Bagan became a central powerbase of the mid 9th century under King Anawratha, who unified Burma under Theravada Buddhism. It is estimated that as many as 13,000 temples and stupas once stood on this 42-sq km plain in central Myanmar, and Marco Polo once described Bagan as a "gilded city alive with tinkling bells and the swishing sounds of monks' robes". Approximately 2,200 remain today, in various states of disrepair. Some are large and well maintained, such as the Ananda Pahto, others are small tumbledown relics in the middle of overgrown grass. All, however, are considered active sacred sites, so when visiting roaming among the stupas, feel free to show off all your best behavior.
Bagan's golden age ended in 1287 when the Kingdom and its capital city was invaded and sacked by the Mongols. Its population was reduced to a village that remained amongst the ruins of the once larger city. In 1998, this village and its inhabitants were forcibly relocated a few kilometers to the south of Bagan, forming "New Bagan" where you will find accommodation in its handful of cheap, quaint, clean hotels and religious centers.

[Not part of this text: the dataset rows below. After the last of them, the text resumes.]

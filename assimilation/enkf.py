"""Ensemble Kalman filter analysis: one interface, two forms.

Glossary (DEVELOPERS.md): ``E`` ensemble (M members, n variables), ``X``
anomalies, ``HE`` predicted observations (M, p), ``Y`` their anomalies,
``y`` observations (p,), ``R`` observation error variances (p,), ``K`` gain,
``rho`` localization weights.

Forms
-----
``"stochastic"``
    Perturbed-observation EnKF (Burgers, van Leeuwen and Evensen 1998, Mon.
    Wea. Rev. 126:1719), localized by a Schur product on the gain's
    covariances (Houtekamer and Mitchell 2001, Mon. Wea. Rev. 129:123).
``"sqrt"``
    Deterministic square-root form: the ensemble transform Kalman filter
    (Bishop, Etherton and Majumdar 2001, Mon. Wea. Rev. 129:420) in the
    symmetric-square-root formulation of Hunt, Kostelich and Szunyogh (2007,
    Physica D 230:112); with localization it is their local ETKF with
    observation-error localization (each variable is analysed with R^-1
    weighted by its row of ``rho``). Variables with the same row of ``rho``
    share one transform, so a few basins cost a few small eigen-problems.

Both forms are vectorised over members; the observation operator is applied
by the caller (``HE``), so nonlinear operators are handled the usual
ensemble way.
"""
from __future__ import annotations

import numpy as np
from scipy.linalg import cho_factor, cho_solve

METHODS = ("stochastic", "sqrt")


def _check(E, HE, y, R):
    E = np.asarray(E, dtype=float)
    HE = np.asarray(HE, dtype=float)
    y = np.asarray(y, dtype=float).ravel()
    R = np.asarray(R, dtype=float).ravel()
    if E.ndim != 2 or HE.ndim != 2 or HE.shape[0] != E.shape[0]:
        raise ValueError(f"expected E (M, n) and HE (M, p) with the same M, got {E.shape} and {HE.shape}")
    if E.shape[0] < 2:
        raise ValueError(f"an ensemble needs at least 2 members, got {E.shape[0]}")
    p = HE.shape[1]
    if y.shape != (p,) or R.shape != (p,):
        raise ValueError(f"expected y and R of shape ({p},), got {y.shape} and {R.shape}")
    if np.any(~(R > 0)):
        raise ValueError("observation error variances R must be > 0")
    return E, HE, y, R


def analysis(E, HE, y, R, *, method: str = "sqrt", rng: np.random.Generator | None = None,
             rho: np.ndarray | None = None, rho_obs: np.ndarray | None = None,
             center_perturbations: bool = True) -> np.ndarray:
    """Analysis ensemble (M, n) from the prior ``E`` and predicted observations ``HE``.

    E (M, n) prior in the analysis space; HE (M, p) the observation operator
    applied to each member [observation units]; y (p,) observations; R (p,)
    error variances [observation units squared] (independent errors).
    method: ``"sqrt"`` (deterministic) or ``"stochastic"`` (perturbed
    observations; needs ``rng``). rho (n, p): state–observation localization
    weights in [0, 1]; rho_obs (p, p): observation–observation weights, used
    by the stochastic form (required there when rho is given).
    center_perturbations: subtract the ensemble mean of the observation
    perturbations so the mean update equals the Kalman update with the
    ensemble covariance (common practice; Pham 2001, Mon. Wea. Rev. 129:1194).
    """
    E, HE, y, R = _check(E, HE, y, R)
    if method not in METHODS:
        raise ValueError(f"method must be one of {METHODS}, got {method!r}")
    M, n = E.shape
    p = HE.shape[1]
    if rho is not None:
        rho = np.asarray(rho, dtype=float)
        if rho.shape != (n, p):
            raise ValueError(f"expected rho of shape ({n}, {p}), got {rho.shape}")
    if p == 0:
        return E.copy()
    if method == "stochastic":
        if rng is None:
            raise ValueError("the stochastic form draws observation perturbations: pass rng")
        if rho is not None and rho_obs is None:
            raise ValueError("the stochastic form with rho also needs rho_obs (p, p)")
        return _stochastic(E, HE, y, R, rng, rho, rho_obs, center_perturbations)
    return _sqrt(E, HE, y, R, rho)


def _stochastic(E, HE, y, R, rng, rho, rho_obs, center):
    M = E.shape[0]
    X = (E - E.mean(axis=0)) / np.sqrt(M - 1)
    Y = (HE - HE.mean(axis=0)) / np.sqrt(M - 1)
    Pxy = X.T @ Y
    Pyy = Y.T @ Y
    if rho is not None:
        Pxy = Pxy * rho
        Pyy = Pyy * np.asarray(rho_obs, dtype=float)
    S = Pyy + np.diag(R)
    eps = rng.standard_normal(HE.shape)
    if center:
        eps -= eps.mean(axis=0)
    D = y + eps * np.sqrt(R)
    innov = D - HE
    try:
        gain_innov = cho_solve(cho_factor(S, lower=True, check_finite=False), innov.T, check_finite=False)
    except np.linalg.LinAlgError:
        # A tapered Pyy need not be positive definite when the distances are
        # not Euclidean (hops along a network); fall back to a general solve.
        gain_innov = np.linalg.solve(S, innov.T)
    return E + gain_innov.T @ Pxy.T


def _sqrt(E, HE, y, R, rho):
    M, n = E.shape
    mean_x = E.mean(axis=0)
    X = E - mean_x
    mean_y = HE.mean(axis=0)
    Y = HE - mean_y
    d = y - mean_y
    if rho is None:
        weights = (1.0 / R)[None, :]
        domain = np.zeros(n, dtype=int)
    else:
        weights, domain = np.unique(rho, axis=0, return_inverse=True)
        domain = domain.ravel()
        weights = weights / R
    # Scaled observed anomalies of each distinct localization row u:
    # S_u = Y diag(w_u)^(1/2) / sqrt(M-1), so that the ensemble-space
    # precision is (M-1) (I + S_u S_u^T) (Hunt et al. 2007, eq. 21).
    sw = np.sqrt(weights)                                     # (U, p)
    S = Y[None, :, :] * (sw / np.sqrt(M - 1))[:, None, :]     # (U, M, p)
    dw = sw * d                                               # (U, p): R^(-1/2)-scaled innovations
    if M <= HE.shape[1]:
        # Ensemble space: eigen-decomposition of I + S S^T (U, M, M).
        lam, V = np.linalg.eigh(S @ np.swapaxes(S, 1, 2) + np.eye(M))
        Vt = np.swapaxes(V, 1, 2)
        wbar = (V @ ((Vt @ (S @ dw[:, :, None]))[:, :, 0] / lam)[:, :, None])[:, :, 0] / np.sqrt(M - 1)
        T = (V / np.sqrt(lam)[:, None, :]) @ Vt + wbar[:, :, None]   # column k -> member k
        if rho is None:
            return mean_x + T[0].T @ X
        return mean_x + np.einsum("jmk,mj->kj", T[domain], X)
    # Observation space, p < M. Thin SVD S_u = L diag(s) V^T with r = p columns:
    # (I + S S^T)^(-1/2) = I + L diag((1 + s²)^(-1/2) − 1) L^T and
    # (I + S S^T)^(-1) S = L diag(s / (1 + s²)) V^T, so the cost is
    # O(M p²) per row instead of an M × M eigen-problem.
    L, s, Vt = np.linalg.svd(S, full_matrices=False)
    coef = (s / (1.0 + s**2)) * (Vt @ dw[:, :, None])[:, :, 0]  # (U, r)
    wbar = (L @ coef[:, :, None])[:, :, 0] / np.sqrt(M - 1)   # (U, M)
    f = 1.0 / np.sqrt(1.0 + s**2) - 1.0                       # (U, r)
    if rho is None:
        L0 = L[0]
        return mean_x + wbar[0] @ X + X + L0 @ (f[0][:, None] * (L0.T @ X))
    # Per variable j in domain u: x_a = mean + X_j (wbar_u + 1) + L_u f_u L_u^T X_j.
    Lj = L[domain]                                            # (n, M, r)
    proj = np.einsum("jmr,mj->jr", Lj, X) * f[domain]         # (n, r)
    return (mean_x + np.einsum("jm,mj->j", wbar[domain], X) + X
            + np.einsum("jmr,jr->mj", Lj, proj))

Despite the majesty and importance of Bagan, Unesco has failed to include it on its world heritage site, because it says some temples were rebuilt in an ''un-historic'' way. Nonetheless, the site is arguably as impressive as the Pyramids of Egypt: a dry, vast open landscape dominated entirely by votive architecture.
When entering Bagan you pass through a ticket booth where you present your passport and purchase a US$10 ticket valid for your entire stay (March 2008). These passes are also needed for accommodation as hotels and hostels take down the ticket number when you check in.
Staff at the ticket booths round out their salaries by selling pirate copies of George Orwell's "Burmese Days" for around US$5.
'''SAFETY RECORDS'''
Founded in 2004, Air Bagan had its only accident when an ATR had to abort take-off on 19/02/08: 57 passengers with zero fatalities.
Founded in 1994, Air Mandalay has had no accidents so far.
Founded in 1943, Myanmar Air has had 132 accidents; 98 of the accidents are attributable to the US Army Air Force, the Royal Air Force and wartime twin-engine cargo flights into China. Since 1999, Air Myanmar has had only two accidents, one of which is the Air Bagan F-28 cited above because Air Bagan is a subsidiary of Myanmar Air. See http://aviation-safety.net/database/dblist.php?Country=XY for the full list. The airline had a streak of accidents 11 years ago, but has since cleaned up its act.
All data is from the Flight Safety Foundation as at Dec 1 2008.
There is a direct train service running from Mandalay to Bagan. Third-class tickets are available directly at the railway station and cost US$4 USD (March 2008). They may refuse kyat.
Third class is rough, however. Most train routes in Myanmar are fairly nice, however when going on the Mandalay/Bagan route expect the train to be incredibly crowded. You will also have limited room to store your stuff, as well as cramped uncomfortable sitting conditions.
Comfortable bus links to Mandalay are also available for US$8 one way.
Bagan offers lacquerware, cloth paintings, T-shirts and other handicrafts. As elsewhere in Asia, it is "friendly" to grant a client 10% off. If you probe further, remember to always keep the bargaining friendly and to know when to stop eroding the seller's margin.
There are many places to eat in Old Bagan serving the traditional Burmese dishes, especially good old noodle soup. Some of the buffets are excellent; for about USD 1.50 you can eat to your heart's content from literally dozens of different traditional dishes, brought straight to your table.
One of the best restaurants in Bagan is Mahar Bagan (Khayee Road, Khan Laung Quarter, New Bagan). Mahar Bagan has a cheerful and friendly owner who speaks great English and seems happy to indulge customers in stories about the area. The menu consists primarily of Chinese-style dishes. The restaurant does serve up an excellent array of traditional Burmese food, but you have to drop by 4-5 hours in advance to let them know your order, as most Burmese dishes take a long time to prepare.
Thasin Hotel. Bungalows and rooms overlooking a (rebuilt) pagoda. There is also a salon, expensive internet access, a limited library, billiards, a scenic pool, and a nice breakfast room. Mid-range prices in the summer, may be more expensive during the year.